What is the difference between forex and commodity trading? Let’s find out which assets generate more profit and what is safer.
The greatest difference between forex and commodity exchange appears because the assets themselves vary in these business sectors. Both forex rates and products can be exchanged as pre-set contracts through a futures trade, however, commodity contracts can’t be exchanged through a forex platform. A commodities market exchanges real-life products like coffee, grains, and mined items like gold and gas. Forex is a foreign exchange platform that’s designed for trading such assets as fiat money (EUR, USD, and so on).
The approaches to both market analyses reflect each other. Which market you incline toward has a great deal to do with your convenience and the following elements.
Certain individuals feel more alright with particular kinds of business sectors. For example, some traders like commodities since it’s an actual market that really exists. Since commodities can be observed in everyday life. Some traders prefer commodities since they can be associated with tangible things, for example, wheat or oil.
Legal issues and regulation
The commodities market is under ultimate control, while forex is more chaotic and legally vague. There is some legal regulation developed for forex, but it’s not that strictly followed. In fact, forex traders are not really limited in their actions and are free to trade assets whenever they want. Some traders cherish the fact of having authorities on their side.

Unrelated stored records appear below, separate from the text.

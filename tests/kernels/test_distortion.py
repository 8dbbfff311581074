"""Distortion kernels: published eigenvalues, closed forms, finite differences, laws."""

import tomllib
from importlib.resources import files

import numpy as np
import pytest

from volmap.kernels import distortion, steps
from volmap.kernels import energies as densities
from volmap.kernels import tets as tet_kernels
from volmap.kernels.compiled import kernel
from volmap.kernels.distortion import derivatives, energies
from volmap.kernels.energies import ENERGIES
from volmap.kernels.steps import step_bounds

density = kernel(densities.density.py_func)
first_root = kernel(steps.first_root.py_func)
symmetrised = kernel(distortion.symmetrised.py_func)

UNIT_TET = np.array([[0.0, 0, 0], [1, 0, 0], [0, 1, 0], [0, 0, 1]])
ONE = np.array([[0, 1, 2, 3]])


def random_tets(n, seed, bend=0.35):
    rng = np.random.default_rng(seed)
    points = (UNIT_TET[None] + 0.2 * rng.normal(size=(n, 4, 3))).reshape(-1, 3)
    tets = np.arange(4 * n).reshape(-1, 4)
    flip = tet_kernels.signed_volumes(points, tets) < 0
    tets[flip] = tets[flip][:, [0, 2, 1, 3]]
    images = points + bend * rng.normal(size=points.shape)
    keep = tet_kernels.signed_volumes(images, tets) > 0.02
    return points, images, np.ascontiguousarray(tets[keep])


def plain(code, s):
    g, h = np.empty(3), np.empty((3, 3))
    return density(code, s, g, h), g, h


def symmetric(code, s):
    g, h = np.empty(3), np.empty((3, 3))
    return symmetrised(code, s, g, h, np.empty(3), np.empty(3), np.empty((3, 3))), g, h


def hessian_eigenvalues(s, g, h):
    """The nine eigenvalues of d2W/dF2 (Smith, de Goes & Kim 2019): the stretch block, flips and twists."""
    values = list(np.linalg.eigvalsh(h))
    for i, j in ((0, 1), (0, 2), (1, 2)):
        values += [(g[i] - g[j]) / (s[i] - s[j]), (g[i] + g[j]) / (s[i] + s[j])]
    return np.sort(values)


PUBLISHED = tomllib.loads(files("volmap_shared").joinpath("values/published.toml").read_text())["energies"]
OFFSET = {"symmetric-dirichlet": 3.0, "conformal": 1.0}  # what makes ours 0 where nothing is distorted


@pytest.mark.parametrize("name", ["symmetric-dirichlet", "arap", "log-strain", "neo-hookean", "conformal"])
def test_published_values_and_eigenvalues(name):
    s = np.array(PUBLISHED["stretches"])
    value, g, h = plain(ENERGIES[name], s)
    assert value + OFFSET.get(name, 0.0) == pytest.approx(PUBLISHED[name][0], abs=1e-6)
    np.testing.assert_allclose(hessian_eigenvalues(s, g, h), PUBLISHED[name][1:], atol=2e-6)


def test_published_symmetrised_arap():
    s = np.array(PUBLISHED["stretches"])
    value, g, h = symmetric(ENERGIES["arap"], s)
    assert value == pytest.approx(PUBLISHED["symmetrised-arap"][0])
    np.testing.assert_allclose(hessian_eigenvalues(s, g, h), PUBLISHED["symmetrised-arap"][1:], atol=2e-6)


def test_soft_tissue_has_the_moduli_of_its_poisson_ratio():
    """Linear elasticity: W'' at s = 1 is lambda everywhere plus 2 mu on the diagonal."""
    _, _, h = plain(ENERGIES["soft-tissue"], np.ones(3))
    lame = h[0, 1]
    assert h[0, 0] - lame == pytest.approx(2.0)
    assert lame / (2 * (lame + 1)) == pytest.approx(0.45)


@pytest.mark.parametrize("scale", [0.001, 0.4, 2.5])
def test_symmetrised_arap_of_a_uniform_scale(scale):
    """Closed form: 1.5 (s - 1)^2 (1 + s)."""
    value, _, _ = symmetric(ENERGIES["arap"], np.full(3, scale))
    assert value == pytest.approx(1.5 * (scale - 1) ** 2 * (1 + scale), rel=1e-12)


@pytest.mark.parametrize("name", ENERGIES)
def test_nothing_costs_nothing(name):
    value, g, _ = symmetric(ENERGIES[name], np.ones(3))
    assert value == pytest.approx(0, abs=1e-14)
    np.testing.assert_allclose(g, 0, atol=1e-14)


@pytest.mark.parametrize(
    ("shear", "angle", "arap_value", "log_value"), [(1.0, 26.565051, 0.527864, 0.463130)]
)
def test_simple_shear(shear, angle, arap_value, log_value):
    """Polar decomposition of simple shear g: angle atan(g/2), s = (sqrt(4 + g^2) +- g)/2, 1 (closed form)."""
    f = np.array([[1.0, shear, 0], [0, 1, 0], [0, 0, 1]])
    a, v = f.copy(), np.empty((3, 3))
    distortion.rotate_to_stretches.py_func(a, v)
    s = np.linalg.norm(a, axis=0)
    np.testing.assert_allclose(a @ v.T, f, atol=1e-15)
    long, short = (np.sqrt(4 + shear**2) + shear) / 2, (np.sqrt(4 + shear**2) - shear) / 2
    np.testing.assert_allclose(np.sort(s), [short, 1, long], atol=1e-14)
    rotation = (a / s) @ v.T
    assert np.degrees(np.arccos((np.trace(rotation) - 1) / 2)) == pytest.approx(angle, abs=1e-6)
    assert plain(ENERGIES["arap"], s)[0] == pytest.approx(arap_value, abs=1e-6)
    assert plain(ENERGIES["log-strain"], s)[0] == pytest.approx(log_value, abs=1e-6)


@pytest.mark.parametrize("name", ENERGIES)
def test_total_does_not_depend_on_the_order_of_the_bodies(name):
    """sum v W_S(F) = sum v' W_S(F^-1), exactly in exact arithmetic."""
    points, images, tets = random_tets(400, seed=1)
    there, back = np.empty(len(tets)), np.empty(len(tets))
    code = ENERGIES[name]
    energies(code, images, tets, tet_kernels.shape_gradients(points, tets), there)
    energies(code, points, tets, tet_kernels.shape_gradients(images, tets), back)
    forward = (tet_kernels.signed_volumes(points, tets) * there).sum()
    backward = (tet_kernels.signed_volumes(images, tets) * back).sum()
    assert forward == pytest.approx(backward, rel=1e-11)


def assembled(code, images, points, tets, clamp):
    m = len(tets)
    out, forces, blocks = np.empty(m), np.empty((m, 4, 3)), np.empty((m, 6, 3, 3))
    gradients = tet_kernels.shape_gradients(points, tets)
    derivatives(code, images, tets, gradients, np.ones(m), clamp, out, forces, blocks)
    return out, forces, blocks


def dense(blocks):
    """The 12x12 second derivative of one tet, from its six blocks (rows sum to zero)."""
    k = np.zeros((4, 4, 3, 3))
    for e, (a, b) in enumerate(tet_kernels.EDGES):
        k[a, b], k[b, a] = blocks[e], blocks[e].T
    for a in range(4):
        k[a, a] = -k[a].sum(axis=0)
    return k.transpose(0, 2, 1, 3).reshape(12, 12)


@pytest.mark.parametrize("name", ENERGIES)
def test_derivatives_against_finite_differences(name):
    points, images, tets = random_tets(12, seed=2)
    code = ENERGIES[name]
    out, forces, blocks = assembled(code, images, points, tets, clamp=False)
    step = 1e-5
    for t in range(len(tets)):
        k = dense(blocks[t])
        for column in range(12):
            moved = []
            for sign in (1, -1):
                x = images.copy()
                x[tets[t, column // 3], column % 3] += sign * step
                moved.append(assembled(code, x, points, tets[t : t + 1], clamp=False))
            slope = (moved[0][0] - moved[1][0]) / (2 * step)
            assert slope[0] == pytest.approx(forces[t].ravel()[column], rel=1e-5, abs=1e-6 * (1 + out[t]))
            curve = (moved[0][1] - moved[1][1]).ravel() / (2 * step)
            np.testing.assert_allclose(curve, k[:, column], rtol=1e-4, atol=1e-5 * np.abs(k).max())


@pytest.mark.parametrize("name", ENERGIES)
def test_clamped_model_is_convex(name):
    points, images, tets = random_tets(60, seed=3)
    _, _, raw = assembled(ENERGIES[name], images, points, tets, clamp=False)
    _, _, clamped = assembled(ENERGIES[name], images, points, tets, clamp=True)
    lowest = [np.linalg.eigvalsh(dense(b)).min() for b in raw]
    assert min(lowest) < -1e-3  # there is something to clamp
    for block in clamped:
        model = np.linalg.eigvalsh(dense(block))
        assert model.min() > -1e-9 * model.max()


@pytest.mark.parametrize("name", [n for n in ENERGIES if n != "conformal"])
def test_clamping_leaves_a_convex_model_alone(name):
    """Near a rigid motion every energy with a stiff volume is convex in all nine directions but rotations."""
    points, _, tets = random_tets(20, seed=3)
    images = 1.02 * points
    raw, clamped = (assembled(ENERGIES[name], images, points, tets, clamp=c)[2] for c in (False, True))
    np.testing.assert_allclose(clamped, raw, atol=1e-9 * np.abs(raw).max())


@pytest.mark.parametrize("name", ENERGIES)
def test_a_rigid_motion_costs_nothing_and_turns_forces(name):
    points, images, tets = random_tets(20, seed=4)
    q, _ = np.linalg.qr(np.random.default_rng(0).normal(size=(3, 3)))
    q *= np.sign(np.linalg.det(q))
    code = ENERGIES[name]
    out, _, _ = assembled(code, points @ q.T + 7.0, points, tets, clamp=True)
    np.testing.assert_allclose(out, 0, atol=1e-12)
    before, after = (assembled(code, x, points, tets, clamp=True) for x in (images, images @ q.T + 3.0))
    np.testing.assert_allclose(after[0], before[0], rtol=1e-10)
    np.testing.assert_allclose(after[1], before[1] @ q.T, atol=1e-9 * np.abs(before[1]).max())


def test_an_inverted_tet_costs_infinity():
    out = np.empty(1)
    energies(0, UNIT_TET[[1, 0, 2, 3]], ONE, tet_kernels.shape_gradients(UNIT_TET, ONE), out)
    assert np.isinf(out[0])


@pytest.mark.parametrize(
    ("df", "expected"),
    [
        (np.diag([-1.0, -2, -4]), 0.25),
        (-np.eye(3), 1.0),
        (np.array([[0.0, -1, 0], [1, 0, 0], [0, 0, -0.5]]), 2.0),
        (np.eye(3), 10.0),
    ],
)
def test_published_step_bounds(df, expected):
    """Closed form roots of det(I + t dF) (recomputed)."""
    out = np.empty(1)
    step_bounds(UNIT_TET, UNIT_TET @ df.T, ONE, 10.0, out)
    assert out[0] <= expected * (1 + 1e-12)
    assert out[0] == pytest.approx(
        expected, rel=1e-4
    )  # a triple root is blurred by the cube root of rounding


def test_root_is_the_first_and_from_the_safe_side():
    """Independent library: numpy's companion-matrix roots."""
    rng = np.random.default_rng(6)
    for _ in range(2000):
        a, b, c = rng.normal(size=3) * 10 ** rng.uniform(-2, 2, 3)
        roots = np.roots([c, b, a, 1.0])
        real = roots.real[(np.abs(roots.imag) < 1e-9 * np.abs(roots)) & (roots.real > 0)]
        truth = min([*real, 5.0])
        found = first_root(a, b, c, 5.0)
        assert found <= truth * (1 + 1e-9)
        assert found == pytest.approx(truth, rel=1e-6)


def test_quality_stays_positive_up_to_the_bound():
    points, images, tets = random_tets(300, seed=8)
    direction = np.random.default_rng(5).normal(size=points.shape)
    out = np.empty(len(tets))
    step_bounds(images, direction, tets, 3.0, out)
    for t, bound in enumerate(out):
        for share in (0.3, 0.7, 0.999):
            x = images + share * bound * direction
            assert tet_kernels.signed_volumes(x, tets[t : t + 1])[0] > 0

Leverage in Forex and currency trading
Despite the fact that there is margin trading available in the two business sectors, there is significantly higher leverage in the forex market and you don’t have to spend thousands of dollars to trade. Everything you do is create an account with two or three hundred dollars, and you can handle thousands. While leverage is likewise present in the commodities market, the leverage in the forex market is considerably more staggering.
Commodities are legally exchanged on a platform while forex trades are performed over-the-counter and exchanged through brokers or some banks. While being traded on exchanges commodities stay in daily range limits. When the limits are exceeded, markets get particular signals, and no new deals can be placed. If you trade commodities and happen to choose the wrong side, you will see your deposit disappear gradually.
Although some losses can also take place on the forex market, there are not many cases where you are totally incapable of closing your deal which can occur with trade limits on the commodities market.
So, what to choose?
A merchant searching for a trade-off could exchange commodity-connected currencies. These coins include Australian, Canadian, and New Zealand dollars. For example, AUD has a strong correlation with the cost of gold (although this connection is not stable and varies year from year). The economy of New Zealand is connected with diary prices (particularly, the price of milk powder). Lastly, CAD has a strong correlation with the cost of oil.
One more option for trading on foreign markets is to choose emerging currencies. Emerging market assets can also be tied to commodity growth while having an inverse correlation with the US dollar. Hence, they can generate a higher return. They can be used in tandem with volatile commodities.